## EXERCISE BRIEF:
Lines in which "masses" appears should be pulled from the data below.

## DATASET ENTRIES:
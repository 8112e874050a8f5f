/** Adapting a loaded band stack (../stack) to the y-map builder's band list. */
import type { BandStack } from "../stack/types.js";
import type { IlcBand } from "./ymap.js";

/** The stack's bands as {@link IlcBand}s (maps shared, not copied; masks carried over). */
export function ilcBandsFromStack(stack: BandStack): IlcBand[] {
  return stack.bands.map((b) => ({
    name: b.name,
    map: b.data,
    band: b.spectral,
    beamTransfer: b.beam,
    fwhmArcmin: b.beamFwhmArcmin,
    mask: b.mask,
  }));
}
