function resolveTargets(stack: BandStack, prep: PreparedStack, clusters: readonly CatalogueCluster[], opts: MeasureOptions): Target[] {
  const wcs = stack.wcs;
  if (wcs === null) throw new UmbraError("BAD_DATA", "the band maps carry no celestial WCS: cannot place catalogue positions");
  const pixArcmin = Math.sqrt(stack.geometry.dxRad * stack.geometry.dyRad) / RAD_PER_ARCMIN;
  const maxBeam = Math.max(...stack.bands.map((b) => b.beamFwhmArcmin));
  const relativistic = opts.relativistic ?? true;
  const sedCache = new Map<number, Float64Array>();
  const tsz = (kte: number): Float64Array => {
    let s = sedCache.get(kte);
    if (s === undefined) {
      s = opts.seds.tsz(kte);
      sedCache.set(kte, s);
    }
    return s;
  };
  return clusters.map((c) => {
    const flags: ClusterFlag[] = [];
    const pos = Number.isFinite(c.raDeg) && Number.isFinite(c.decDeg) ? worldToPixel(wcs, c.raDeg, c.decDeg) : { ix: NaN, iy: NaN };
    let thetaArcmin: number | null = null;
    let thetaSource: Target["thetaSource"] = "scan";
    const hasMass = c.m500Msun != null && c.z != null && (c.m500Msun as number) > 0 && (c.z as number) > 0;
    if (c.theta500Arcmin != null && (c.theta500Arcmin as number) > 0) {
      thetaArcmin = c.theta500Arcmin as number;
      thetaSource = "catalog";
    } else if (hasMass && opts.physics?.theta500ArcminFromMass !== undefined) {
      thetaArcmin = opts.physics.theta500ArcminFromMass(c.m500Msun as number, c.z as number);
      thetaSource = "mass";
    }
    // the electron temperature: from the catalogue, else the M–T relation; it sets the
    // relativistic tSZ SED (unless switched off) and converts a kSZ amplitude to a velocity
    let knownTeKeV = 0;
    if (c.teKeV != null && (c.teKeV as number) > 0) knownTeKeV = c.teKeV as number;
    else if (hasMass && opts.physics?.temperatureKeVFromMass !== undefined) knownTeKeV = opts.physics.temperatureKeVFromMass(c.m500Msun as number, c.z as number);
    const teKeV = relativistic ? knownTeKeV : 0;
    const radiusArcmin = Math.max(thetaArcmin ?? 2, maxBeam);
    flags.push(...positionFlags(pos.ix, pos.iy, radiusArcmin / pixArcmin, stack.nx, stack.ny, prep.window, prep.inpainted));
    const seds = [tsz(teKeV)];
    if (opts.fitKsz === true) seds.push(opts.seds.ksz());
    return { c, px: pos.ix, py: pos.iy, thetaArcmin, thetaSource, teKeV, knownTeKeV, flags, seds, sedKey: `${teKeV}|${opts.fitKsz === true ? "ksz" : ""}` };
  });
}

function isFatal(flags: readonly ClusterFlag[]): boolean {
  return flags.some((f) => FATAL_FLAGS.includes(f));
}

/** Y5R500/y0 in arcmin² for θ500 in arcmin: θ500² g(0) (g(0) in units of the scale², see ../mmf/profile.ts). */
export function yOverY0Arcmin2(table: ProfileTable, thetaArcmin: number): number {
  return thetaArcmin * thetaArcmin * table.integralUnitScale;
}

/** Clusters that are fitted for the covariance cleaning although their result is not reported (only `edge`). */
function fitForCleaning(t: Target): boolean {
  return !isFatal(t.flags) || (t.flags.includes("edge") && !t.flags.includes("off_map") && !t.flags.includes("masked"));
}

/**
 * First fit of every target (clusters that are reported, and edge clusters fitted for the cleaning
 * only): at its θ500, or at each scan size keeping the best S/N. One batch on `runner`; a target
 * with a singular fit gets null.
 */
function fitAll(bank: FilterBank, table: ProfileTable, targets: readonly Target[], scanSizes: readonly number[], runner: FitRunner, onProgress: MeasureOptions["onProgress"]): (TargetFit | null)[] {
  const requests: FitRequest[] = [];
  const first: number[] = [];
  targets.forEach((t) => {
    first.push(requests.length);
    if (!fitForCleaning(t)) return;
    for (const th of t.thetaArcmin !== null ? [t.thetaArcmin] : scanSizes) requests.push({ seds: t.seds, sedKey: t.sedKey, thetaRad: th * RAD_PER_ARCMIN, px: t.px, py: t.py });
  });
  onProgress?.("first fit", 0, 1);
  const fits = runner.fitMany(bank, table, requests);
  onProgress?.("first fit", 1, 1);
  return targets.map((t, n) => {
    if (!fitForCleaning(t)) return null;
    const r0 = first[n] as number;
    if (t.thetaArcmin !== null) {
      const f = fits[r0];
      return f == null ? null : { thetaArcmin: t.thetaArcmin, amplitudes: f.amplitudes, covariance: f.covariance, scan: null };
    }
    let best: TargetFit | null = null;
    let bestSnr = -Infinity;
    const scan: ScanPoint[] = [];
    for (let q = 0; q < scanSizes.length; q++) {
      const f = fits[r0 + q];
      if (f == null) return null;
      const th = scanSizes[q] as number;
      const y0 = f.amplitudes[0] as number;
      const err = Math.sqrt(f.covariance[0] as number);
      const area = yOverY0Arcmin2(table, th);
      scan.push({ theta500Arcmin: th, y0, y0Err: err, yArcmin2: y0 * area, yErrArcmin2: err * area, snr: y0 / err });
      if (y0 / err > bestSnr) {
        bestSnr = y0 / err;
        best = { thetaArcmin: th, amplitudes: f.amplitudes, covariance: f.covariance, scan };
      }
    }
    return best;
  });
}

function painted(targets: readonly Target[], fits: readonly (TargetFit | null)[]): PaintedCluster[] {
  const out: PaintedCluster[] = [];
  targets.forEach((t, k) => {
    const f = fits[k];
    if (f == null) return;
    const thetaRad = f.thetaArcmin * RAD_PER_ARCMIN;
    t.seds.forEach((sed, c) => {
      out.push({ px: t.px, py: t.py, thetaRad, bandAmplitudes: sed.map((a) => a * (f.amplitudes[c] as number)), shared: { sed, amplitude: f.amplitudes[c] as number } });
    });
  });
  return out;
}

---

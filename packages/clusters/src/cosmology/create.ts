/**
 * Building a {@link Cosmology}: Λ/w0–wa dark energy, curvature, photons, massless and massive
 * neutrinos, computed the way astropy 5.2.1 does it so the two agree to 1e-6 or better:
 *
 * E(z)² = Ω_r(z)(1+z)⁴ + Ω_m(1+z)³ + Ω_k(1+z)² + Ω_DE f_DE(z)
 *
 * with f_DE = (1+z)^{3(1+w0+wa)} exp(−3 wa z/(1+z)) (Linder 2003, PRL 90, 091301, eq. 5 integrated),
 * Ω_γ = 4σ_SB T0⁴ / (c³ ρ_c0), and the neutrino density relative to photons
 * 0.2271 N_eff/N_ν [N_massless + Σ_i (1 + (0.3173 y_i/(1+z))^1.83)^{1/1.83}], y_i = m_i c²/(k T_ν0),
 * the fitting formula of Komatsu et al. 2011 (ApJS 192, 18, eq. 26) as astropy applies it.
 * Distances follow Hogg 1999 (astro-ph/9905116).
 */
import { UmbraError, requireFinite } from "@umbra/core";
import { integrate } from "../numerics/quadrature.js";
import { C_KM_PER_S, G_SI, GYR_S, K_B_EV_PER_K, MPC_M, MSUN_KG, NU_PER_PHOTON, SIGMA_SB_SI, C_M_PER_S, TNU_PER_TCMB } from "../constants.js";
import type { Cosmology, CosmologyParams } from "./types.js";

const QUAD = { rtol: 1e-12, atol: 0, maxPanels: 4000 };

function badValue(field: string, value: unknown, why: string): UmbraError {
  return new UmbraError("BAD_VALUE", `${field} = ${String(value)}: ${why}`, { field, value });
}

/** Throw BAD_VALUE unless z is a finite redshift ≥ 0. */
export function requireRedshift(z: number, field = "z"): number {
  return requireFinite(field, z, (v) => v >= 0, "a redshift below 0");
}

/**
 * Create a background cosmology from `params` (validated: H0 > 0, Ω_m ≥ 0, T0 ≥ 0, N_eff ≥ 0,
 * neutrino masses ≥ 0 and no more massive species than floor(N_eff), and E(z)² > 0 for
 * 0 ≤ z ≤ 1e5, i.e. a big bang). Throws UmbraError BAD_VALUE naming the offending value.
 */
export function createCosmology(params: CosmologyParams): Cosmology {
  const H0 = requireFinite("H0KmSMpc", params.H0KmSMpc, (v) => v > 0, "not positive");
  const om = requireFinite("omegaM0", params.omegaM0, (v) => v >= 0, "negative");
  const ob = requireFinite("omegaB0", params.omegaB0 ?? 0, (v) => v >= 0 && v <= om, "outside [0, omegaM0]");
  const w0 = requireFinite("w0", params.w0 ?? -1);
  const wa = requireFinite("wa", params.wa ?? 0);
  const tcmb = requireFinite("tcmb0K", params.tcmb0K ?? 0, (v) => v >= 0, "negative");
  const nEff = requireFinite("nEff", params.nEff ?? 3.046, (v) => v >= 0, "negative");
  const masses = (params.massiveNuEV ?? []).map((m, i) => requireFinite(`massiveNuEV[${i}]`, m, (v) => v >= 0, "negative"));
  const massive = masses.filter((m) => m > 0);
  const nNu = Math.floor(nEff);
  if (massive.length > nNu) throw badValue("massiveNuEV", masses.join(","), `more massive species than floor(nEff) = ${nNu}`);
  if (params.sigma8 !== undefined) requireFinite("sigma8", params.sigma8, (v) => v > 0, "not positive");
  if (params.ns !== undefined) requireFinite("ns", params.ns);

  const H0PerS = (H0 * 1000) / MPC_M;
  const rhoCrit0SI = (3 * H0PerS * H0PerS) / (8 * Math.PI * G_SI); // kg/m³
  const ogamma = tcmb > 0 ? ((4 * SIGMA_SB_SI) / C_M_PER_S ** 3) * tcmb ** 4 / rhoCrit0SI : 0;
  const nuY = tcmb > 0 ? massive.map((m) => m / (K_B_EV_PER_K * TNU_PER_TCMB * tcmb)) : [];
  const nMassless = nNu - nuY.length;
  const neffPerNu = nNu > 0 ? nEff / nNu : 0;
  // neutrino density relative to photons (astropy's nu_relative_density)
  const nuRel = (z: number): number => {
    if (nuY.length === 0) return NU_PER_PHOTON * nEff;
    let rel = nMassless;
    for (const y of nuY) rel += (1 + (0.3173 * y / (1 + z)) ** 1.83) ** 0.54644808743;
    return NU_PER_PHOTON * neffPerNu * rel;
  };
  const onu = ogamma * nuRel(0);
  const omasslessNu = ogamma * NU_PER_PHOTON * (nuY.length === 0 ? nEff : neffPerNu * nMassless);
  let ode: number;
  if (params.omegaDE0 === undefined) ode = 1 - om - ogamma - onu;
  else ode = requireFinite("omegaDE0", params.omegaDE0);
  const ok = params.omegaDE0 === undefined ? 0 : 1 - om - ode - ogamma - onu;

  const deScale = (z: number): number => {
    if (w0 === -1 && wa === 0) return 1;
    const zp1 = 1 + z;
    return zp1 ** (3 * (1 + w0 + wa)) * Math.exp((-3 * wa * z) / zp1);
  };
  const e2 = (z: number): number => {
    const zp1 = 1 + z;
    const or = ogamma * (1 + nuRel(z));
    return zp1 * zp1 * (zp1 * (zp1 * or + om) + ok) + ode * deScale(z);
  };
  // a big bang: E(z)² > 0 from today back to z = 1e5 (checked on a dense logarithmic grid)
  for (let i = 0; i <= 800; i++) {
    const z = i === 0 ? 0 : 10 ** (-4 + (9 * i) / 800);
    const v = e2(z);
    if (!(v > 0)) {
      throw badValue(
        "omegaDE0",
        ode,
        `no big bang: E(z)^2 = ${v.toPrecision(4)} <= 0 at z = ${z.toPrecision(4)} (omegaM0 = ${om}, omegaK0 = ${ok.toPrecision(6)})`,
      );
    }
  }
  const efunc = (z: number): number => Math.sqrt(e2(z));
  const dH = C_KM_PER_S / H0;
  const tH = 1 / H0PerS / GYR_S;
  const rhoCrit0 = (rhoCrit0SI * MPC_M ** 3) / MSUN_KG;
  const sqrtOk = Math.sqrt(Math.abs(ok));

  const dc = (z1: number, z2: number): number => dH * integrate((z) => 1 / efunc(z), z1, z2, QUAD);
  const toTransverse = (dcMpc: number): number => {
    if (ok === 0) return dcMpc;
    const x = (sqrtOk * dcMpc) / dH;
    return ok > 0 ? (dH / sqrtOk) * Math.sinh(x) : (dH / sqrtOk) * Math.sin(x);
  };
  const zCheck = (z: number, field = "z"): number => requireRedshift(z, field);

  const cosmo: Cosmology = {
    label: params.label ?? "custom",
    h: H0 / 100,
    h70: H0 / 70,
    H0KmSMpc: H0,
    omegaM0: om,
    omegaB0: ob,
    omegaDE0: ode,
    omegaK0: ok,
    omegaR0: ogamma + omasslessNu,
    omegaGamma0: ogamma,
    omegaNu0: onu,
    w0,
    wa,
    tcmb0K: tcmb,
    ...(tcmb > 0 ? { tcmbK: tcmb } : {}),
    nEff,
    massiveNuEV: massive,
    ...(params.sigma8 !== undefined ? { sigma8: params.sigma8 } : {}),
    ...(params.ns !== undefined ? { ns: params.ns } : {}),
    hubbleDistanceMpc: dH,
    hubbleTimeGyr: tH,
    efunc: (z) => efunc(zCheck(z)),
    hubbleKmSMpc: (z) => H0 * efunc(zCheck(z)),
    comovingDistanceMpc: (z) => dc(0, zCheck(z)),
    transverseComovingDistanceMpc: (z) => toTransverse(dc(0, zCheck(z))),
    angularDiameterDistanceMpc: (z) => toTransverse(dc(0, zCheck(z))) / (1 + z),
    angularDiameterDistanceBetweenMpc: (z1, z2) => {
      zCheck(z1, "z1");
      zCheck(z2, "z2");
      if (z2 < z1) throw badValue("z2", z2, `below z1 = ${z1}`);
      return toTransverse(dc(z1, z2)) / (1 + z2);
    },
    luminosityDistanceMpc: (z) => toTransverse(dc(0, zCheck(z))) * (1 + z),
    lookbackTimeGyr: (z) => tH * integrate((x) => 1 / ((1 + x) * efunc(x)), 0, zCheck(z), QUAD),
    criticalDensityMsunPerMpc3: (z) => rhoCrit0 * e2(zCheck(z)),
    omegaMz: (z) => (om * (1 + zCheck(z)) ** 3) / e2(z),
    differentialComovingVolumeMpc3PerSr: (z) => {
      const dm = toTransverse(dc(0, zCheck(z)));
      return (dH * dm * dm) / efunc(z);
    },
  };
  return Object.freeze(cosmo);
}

## WRITTEN RESPONSE:
 * neutrino masses ≥ 0 and no more massive species than floor(N_eff), and E(z)² > 0 for
  const masses = (params.massiveNuEV ?? []).map((m, i) => requireFinite(`massiveNuEV[${i}]`, m, (v) => v >= 0, "negative"));
  const massive = masses.filter((m) => m > 0);
  if (massive.length > nNu) throw badValue("massiveNuEV", masses.join(","), `more massive species than floor(nEff) = ${nNu}`);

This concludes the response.